▸ To do: Show each line of the data below that has the string "clock" in it.

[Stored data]
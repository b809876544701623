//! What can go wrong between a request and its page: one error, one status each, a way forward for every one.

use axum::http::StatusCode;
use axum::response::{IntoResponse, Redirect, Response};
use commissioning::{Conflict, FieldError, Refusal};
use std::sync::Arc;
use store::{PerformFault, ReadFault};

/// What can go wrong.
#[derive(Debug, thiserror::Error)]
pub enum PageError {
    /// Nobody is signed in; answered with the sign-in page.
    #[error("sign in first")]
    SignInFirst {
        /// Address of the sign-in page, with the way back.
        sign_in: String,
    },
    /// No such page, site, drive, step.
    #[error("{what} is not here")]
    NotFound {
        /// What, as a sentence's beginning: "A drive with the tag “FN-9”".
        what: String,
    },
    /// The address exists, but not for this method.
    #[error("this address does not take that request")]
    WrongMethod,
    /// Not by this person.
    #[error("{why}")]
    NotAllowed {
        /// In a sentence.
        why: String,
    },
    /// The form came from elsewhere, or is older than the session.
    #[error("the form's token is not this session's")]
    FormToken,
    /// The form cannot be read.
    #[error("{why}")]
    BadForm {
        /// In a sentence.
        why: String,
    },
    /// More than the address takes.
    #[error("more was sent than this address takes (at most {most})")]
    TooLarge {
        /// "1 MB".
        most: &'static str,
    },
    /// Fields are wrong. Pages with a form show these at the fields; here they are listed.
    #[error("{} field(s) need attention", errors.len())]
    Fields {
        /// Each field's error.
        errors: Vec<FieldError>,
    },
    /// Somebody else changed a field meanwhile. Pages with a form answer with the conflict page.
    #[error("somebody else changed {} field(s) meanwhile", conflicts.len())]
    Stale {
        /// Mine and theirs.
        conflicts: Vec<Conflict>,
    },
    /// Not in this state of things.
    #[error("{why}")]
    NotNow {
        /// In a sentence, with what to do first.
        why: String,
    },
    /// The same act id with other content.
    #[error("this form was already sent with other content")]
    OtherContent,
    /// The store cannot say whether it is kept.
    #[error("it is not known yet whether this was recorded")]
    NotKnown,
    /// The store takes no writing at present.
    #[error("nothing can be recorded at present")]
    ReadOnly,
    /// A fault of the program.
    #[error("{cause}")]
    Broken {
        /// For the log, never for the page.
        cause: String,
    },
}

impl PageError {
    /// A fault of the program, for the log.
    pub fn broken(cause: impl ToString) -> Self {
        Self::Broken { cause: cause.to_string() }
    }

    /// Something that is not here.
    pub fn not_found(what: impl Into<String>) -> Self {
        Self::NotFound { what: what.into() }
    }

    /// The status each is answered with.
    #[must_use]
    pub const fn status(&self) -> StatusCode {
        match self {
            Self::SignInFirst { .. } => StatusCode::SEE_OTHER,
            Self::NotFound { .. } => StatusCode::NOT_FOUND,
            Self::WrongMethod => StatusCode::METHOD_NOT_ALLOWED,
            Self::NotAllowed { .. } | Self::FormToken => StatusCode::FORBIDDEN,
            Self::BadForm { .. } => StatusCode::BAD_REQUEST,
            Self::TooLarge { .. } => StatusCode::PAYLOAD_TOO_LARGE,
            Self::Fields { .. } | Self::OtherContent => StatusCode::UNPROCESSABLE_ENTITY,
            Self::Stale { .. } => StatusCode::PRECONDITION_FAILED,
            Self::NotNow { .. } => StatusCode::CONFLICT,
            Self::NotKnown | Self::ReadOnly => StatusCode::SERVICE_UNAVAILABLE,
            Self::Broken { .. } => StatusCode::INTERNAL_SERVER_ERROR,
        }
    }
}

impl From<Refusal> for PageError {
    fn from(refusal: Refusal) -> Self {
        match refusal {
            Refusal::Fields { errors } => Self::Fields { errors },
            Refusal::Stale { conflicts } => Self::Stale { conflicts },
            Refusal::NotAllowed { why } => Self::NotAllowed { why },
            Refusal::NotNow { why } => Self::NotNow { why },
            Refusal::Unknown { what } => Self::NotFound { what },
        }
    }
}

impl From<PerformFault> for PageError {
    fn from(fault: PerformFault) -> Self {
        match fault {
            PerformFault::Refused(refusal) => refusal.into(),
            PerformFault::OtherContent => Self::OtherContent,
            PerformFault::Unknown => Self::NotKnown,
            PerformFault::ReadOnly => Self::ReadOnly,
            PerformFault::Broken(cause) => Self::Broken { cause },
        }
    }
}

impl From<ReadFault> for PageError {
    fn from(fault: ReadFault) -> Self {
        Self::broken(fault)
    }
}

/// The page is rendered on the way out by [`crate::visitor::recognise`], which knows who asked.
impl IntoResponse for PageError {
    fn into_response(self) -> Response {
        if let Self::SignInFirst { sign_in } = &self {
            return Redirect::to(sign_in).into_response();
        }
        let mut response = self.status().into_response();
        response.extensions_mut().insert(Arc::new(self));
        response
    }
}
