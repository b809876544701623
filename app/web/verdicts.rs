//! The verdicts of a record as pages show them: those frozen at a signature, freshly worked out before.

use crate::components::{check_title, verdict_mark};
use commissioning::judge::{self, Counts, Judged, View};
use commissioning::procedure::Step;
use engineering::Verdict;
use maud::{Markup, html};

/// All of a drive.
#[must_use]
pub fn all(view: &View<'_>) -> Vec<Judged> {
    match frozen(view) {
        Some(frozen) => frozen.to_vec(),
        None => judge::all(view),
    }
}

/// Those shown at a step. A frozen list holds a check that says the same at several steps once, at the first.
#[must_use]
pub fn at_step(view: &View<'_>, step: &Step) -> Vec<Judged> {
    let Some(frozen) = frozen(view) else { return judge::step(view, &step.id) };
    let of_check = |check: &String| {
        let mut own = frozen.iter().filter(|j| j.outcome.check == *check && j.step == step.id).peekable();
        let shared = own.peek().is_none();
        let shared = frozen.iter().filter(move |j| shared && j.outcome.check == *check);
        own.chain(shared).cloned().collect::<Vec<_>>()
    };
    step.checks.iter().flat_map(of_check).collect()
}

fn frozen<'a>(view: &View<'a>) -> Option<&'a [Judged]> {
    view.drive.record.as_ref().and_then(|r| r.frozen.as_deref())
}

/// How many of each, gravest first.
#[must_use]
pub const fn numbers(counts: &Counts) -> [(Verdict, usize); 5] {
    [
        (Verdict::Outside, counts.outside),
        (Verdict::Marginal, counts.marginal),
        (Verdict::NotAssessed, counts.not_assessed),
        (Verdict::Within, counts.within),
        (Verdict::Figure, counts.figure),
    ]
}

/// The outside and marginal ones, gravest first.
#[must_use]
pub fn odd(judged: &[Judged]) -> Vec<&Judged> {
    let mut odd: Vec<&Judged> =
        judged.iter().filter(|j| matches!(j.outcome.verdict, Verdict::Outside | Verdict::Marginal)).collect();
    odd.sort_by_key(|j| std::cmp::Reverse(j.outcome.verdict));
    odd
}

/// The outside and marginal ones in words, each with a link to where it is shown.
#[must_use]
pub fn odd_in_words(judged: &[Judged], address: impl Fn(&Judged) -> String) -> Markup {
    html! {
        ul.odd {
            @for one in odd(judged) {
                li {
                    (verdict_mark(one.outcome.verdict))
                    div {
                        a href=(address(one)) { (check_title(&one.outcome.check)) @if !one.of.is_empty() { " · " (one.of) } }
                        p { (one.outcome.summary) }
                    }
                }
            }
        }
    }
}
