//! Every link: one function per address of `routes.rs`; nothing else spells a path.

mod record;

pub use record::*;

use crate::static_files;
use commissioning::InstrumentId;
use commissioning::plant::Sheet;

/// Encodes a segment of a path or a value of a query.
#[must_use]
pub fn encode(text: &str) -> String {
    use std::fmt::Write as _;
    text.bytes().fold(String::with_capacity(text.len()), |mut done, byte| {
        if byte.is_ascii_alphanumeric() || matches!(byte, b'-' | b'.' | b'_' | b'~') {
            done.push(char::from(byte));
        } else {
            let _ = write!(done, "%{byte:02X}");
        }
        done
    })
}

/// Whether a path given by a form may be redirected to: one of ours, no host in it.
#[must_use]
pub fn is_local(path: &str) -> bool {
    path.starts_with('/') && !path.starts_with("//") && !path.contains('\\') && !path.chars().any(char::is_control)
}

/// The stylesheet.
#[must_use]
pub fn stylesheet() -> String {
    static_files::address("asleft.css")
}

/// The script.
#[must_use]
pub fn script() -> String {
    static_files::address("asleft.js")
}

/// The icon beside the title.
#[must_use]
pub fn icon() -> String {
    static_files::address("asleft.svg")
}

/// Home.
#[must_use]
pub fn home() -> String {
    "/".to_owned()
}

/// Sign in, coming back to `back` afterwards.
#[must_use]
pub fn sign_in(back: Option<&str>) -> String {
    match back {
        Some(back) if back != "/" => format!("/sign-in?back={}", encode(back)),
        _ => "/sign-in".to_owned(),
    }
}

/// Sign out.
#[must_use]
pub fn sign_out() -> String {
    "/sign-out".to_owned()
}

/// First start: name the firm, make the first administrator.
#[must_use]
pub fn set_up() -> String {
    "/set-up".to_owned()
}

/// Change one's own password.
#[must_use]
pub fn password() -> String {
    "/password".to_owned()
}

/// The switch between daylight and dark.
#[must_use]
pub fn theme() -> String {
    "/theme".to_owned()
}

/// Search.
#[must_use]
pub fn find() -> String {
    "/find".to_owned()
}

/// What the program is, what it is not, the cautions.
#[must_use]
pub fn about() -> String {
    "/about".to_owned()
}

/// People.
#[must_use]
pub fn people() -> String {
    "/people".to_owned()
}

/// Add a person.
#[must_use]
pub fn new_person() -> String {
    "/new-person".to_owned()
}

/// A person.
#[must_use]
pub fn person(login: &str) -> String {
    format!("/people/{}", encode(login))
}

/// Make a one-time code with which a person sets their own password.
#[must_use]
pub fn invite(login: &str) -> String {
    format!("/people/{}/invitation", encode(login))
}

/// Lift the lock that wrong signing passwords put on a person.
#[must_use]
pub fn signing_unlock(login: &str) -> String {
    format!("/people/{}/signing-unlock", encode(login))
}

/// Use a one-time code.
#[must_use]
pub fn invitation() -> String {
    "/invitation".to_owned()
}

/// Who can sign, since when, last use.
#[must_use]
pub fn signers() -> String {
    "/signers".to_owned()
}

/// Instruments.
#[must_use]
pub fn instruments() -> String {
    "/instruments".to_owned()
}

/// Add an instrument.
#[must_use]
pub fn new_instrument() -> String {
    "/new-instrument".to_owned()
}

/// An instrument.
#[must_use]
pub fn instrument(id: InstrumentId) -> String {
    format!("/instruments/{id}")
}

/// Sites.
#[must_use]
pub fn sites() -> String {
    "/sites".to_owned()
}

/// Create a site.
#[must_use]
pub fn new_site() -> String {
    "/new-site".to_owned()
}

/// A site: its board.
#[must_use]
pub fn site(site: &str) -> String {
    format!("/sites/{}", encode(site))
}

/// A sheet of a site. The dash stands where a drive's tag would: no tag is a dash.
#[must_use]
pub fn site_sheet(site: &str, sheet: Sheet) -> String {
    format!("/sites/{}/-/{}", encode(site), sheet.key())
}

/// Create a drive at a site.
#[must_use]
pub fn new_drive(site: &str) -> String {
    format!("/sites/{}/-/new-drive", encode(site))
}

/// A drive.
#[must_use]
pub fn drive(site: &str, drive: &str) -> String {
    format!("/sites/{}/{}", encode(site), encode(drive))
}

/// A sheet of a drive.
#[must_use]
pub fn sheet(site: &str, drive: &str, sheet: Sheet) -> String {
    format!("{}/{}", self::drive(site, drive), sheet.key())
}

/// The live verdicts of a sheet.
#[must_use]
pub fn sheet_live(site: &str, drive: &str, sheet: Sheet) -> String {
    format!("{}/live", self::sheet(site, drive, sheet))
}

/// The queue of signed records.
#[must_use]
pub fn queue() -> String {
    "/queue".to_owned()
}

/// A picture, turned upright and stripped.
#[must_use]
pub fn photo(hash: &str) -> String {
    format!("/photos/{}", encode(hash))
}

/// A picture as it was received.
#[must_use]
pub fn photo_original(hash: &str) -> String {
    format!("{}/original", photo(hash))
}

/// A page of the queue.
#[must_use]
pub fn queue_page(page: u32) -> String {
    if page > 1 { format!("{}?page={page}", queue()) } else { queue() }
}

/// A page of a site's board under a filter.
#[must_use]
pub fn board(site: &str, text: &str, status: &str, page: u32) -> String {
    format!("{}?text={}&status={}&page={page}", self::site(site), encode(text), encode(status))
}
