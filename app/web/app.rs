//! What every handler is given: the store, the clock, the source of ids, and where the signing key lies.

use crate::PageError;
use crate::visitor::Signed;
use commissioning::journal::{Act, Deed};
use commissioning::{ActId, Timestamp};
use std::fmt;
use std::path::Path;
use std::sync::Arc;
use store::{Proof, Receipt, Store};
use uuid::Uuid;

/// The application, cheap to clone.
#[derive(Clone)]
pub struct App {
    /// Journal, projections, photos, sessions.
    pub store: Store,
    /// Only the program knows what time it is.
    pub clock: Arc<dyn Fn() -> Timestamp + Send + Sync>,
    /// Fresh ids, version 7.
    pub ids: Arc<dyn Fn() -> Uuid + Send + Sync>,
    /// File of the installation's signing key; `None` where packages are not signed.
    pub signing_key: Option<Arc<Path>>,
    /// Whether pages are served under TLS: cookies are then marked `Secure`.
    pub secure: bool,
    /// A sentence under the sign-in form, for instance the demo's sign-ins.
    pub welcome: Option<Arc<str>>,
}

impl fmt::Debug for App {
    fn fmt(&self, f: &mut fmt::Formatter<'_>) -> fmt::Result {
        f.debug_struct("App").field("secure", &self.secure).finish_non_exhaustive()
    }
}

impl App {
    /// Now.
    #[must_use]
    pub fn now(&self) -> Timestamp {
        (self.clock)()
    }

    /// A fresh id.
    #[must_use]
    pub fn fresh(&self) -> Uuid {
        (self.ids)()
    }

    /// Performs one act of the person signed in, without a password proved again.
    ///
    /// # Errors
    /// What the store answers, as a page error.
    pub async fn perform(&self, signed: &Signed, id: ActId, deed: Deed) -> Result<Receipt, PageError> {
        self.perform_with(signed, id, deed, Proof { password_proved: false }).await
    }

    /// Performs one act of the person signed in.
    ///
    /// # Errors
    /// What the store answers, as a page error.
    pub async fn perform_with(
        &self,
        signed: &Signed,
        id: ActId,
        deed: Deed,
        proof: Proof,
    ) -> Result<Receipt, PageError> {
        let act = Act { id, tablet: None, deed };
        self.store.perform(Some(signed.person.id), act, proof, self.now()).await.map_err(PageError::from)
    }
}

▸ Answer to the problem:
//! What every handler is given: the store, the clock, the source of ids, and where the signing key lies.
    pub clock: Arc<dyn Fn() -> Timestamp + Send + Sync>,
        (self.clock)()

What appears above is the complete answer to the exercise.